Single by Tomorrow

from the album Tomorrow
- A-side: "Revolution"
- B-side: "Three Jolly Little Dwarves"
- Released: August 1967
- Recorded: 1967
- Genre: Psychedelic rock
- Length: 3:48
- Label: Parlophone
- Songwriter(s): Keith Hopkins, Steve Howe
- Producer(s): Mark Wirtz

Tomorrow singles chronology
| "My White Bicycle" (1967) | "Revolution" (1967) |  |

= Revolution (Tomorrow song) =

"Revolution" is a song by the English psychedelic rock band Tomorrow. It was first released as a single in the UK by Parlophone in September 1967. The song also appeared on the group's self-titled album Tomorrow in February 1968. "Revolution" was written by Keith Alan Hopkins (better known as Keith West) and Steve Howe. It failed to break the music charts.

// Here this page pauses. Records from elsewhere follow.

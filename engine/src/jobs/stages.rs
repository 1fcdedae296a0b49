//! The well jobs: `StagesJob` (per-stage corridor statistics, stage table, corridor polygons,
//! computed well paths, rose diagrams and a sheet per well, and the stand-off from a horizon)
//! here, and `PlanJob` (a drilling-azimuth scan from a pad) in [`super::plan`]. Both evaluate
//! corridors the same way ([`Corridor`], shared from here); every input is read and checked before any folder is created, and all
//! outputs are staged and committed together (file-name collisions between wells and stages
//! are refused early by name, and any left by the one check of the commit).

use super::anisotropy::AzimuthReference;
use super::outcomes::{
    analyse, Level, OutcomeAnalysis, OutcomeTable, OutcomeTest, StageMetrics,
    LEVEL as OUTCOME_LEVEL, OUTCOME_CAUTION,
};
use super::{stage_bytes, stage_figure, AnisotropyRaster, WellInput};
use crate::bands::band_info;
use crate::draw::axis::{Axis, GRID};
use crate::draw::figure::{
    axial_shares, draw_rose, rose, Anchor, Figure, Mark, RoseParts, RoseScale, MEAN_AXIS, WELL_AXIS,
};
use crate::error::{FlexureError, Result};
use crate::grid::GridGeometry;
use crate::io::table::Table;
use crate::io::vector::{
    stage_both_formats, FieldKind, GeometryKind, Layer, Property, VectorFeature,
};
use crate::io::{commit_all, prepare_output_dir, read_raster, ReadOptions, StagedFile};
use crate::provenance::Provenance;
use crate::stats::mixture::{two_trends, TwoTrends};
use crate::surface::horizon::{Horizon, HorizonSource};
use crate::wells::corridor::{
    bilinear, cells_inside, circular_percentiles, corridor_stats, percentiles, BinSample,
    CorridorStats,
};
use crate::wells::trajectory::{
    check_stages, corridor, file_name_part, path_azimuth, read_stages, read_well, MdUnit, Stage,
    Station, Well, WellSetting, LATERAL,
};
use ndarray::Array2;
use std::fmt;
use std::path::{Path, PathBuf};

/// Cautions printed with every well result (REFERENCES.md section 8).
pub const WELL_CAUTION: &str = "Reading: laterals are commonly drilled near-perpendicular to \
the fast azimuth when it is read as the maximum horizontal stress, so that transverse hydraulic \
fractures form. Anisotropy is a proxy for stress and fractures, not a measurement of them; \
check against image logs, dipole sonic and microseismic. Drilling and completion decisions \
belong to licensed engineers and geoscientists under local regulations.";

/// Default corridor half width each side of the well, metres (common practice).
pub const DEFAULT_HALF_WIDTH: f64 = 150.0;

/// Longest step, metres, between the points that trace a well's arc for corridors, stand-off
/// and the written paths (also at most one bin of the anisotropy grid for corridors).
pub const SAMPLE_STEP_M: f64 = 10.0;

/// Default fewest fitted bins for corridor statistics without a flag (our choice: below about
/// ten bins an axial mean and a Rayleigh test say little; `--min-bins` changes it, e.g. for
/// coarse superbins).
pub const MIN_BINS: usize = 10;

/// How corridors are drawn and judged: half width in CRS units and the fewest fitted bins
/// without a flag.
#[derive(Clone, Copy, Debug)]
pub(super) struct CorridorRule {
    half_width: f64,
    min_bins: usize,
}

Several different recordings of the song have been released by Tomorrow. The 1999 CD reissue of Tomorrow also includes a previously unreleased studio demo recording of the song. This version does not have the orchestral overdubs but instead has some phasing effects not heard in the later recording. Both were recorded at EMI's Abbey Road Studios in London in mid 1967. Tomorrow performed this song for John Peel's radio show on the BBC, and there is also a live recording on the album 50 Minute Technicolor Dream.

AllMusic writer Richie Unterberger called "Revolution" an "infectious hippie anthem".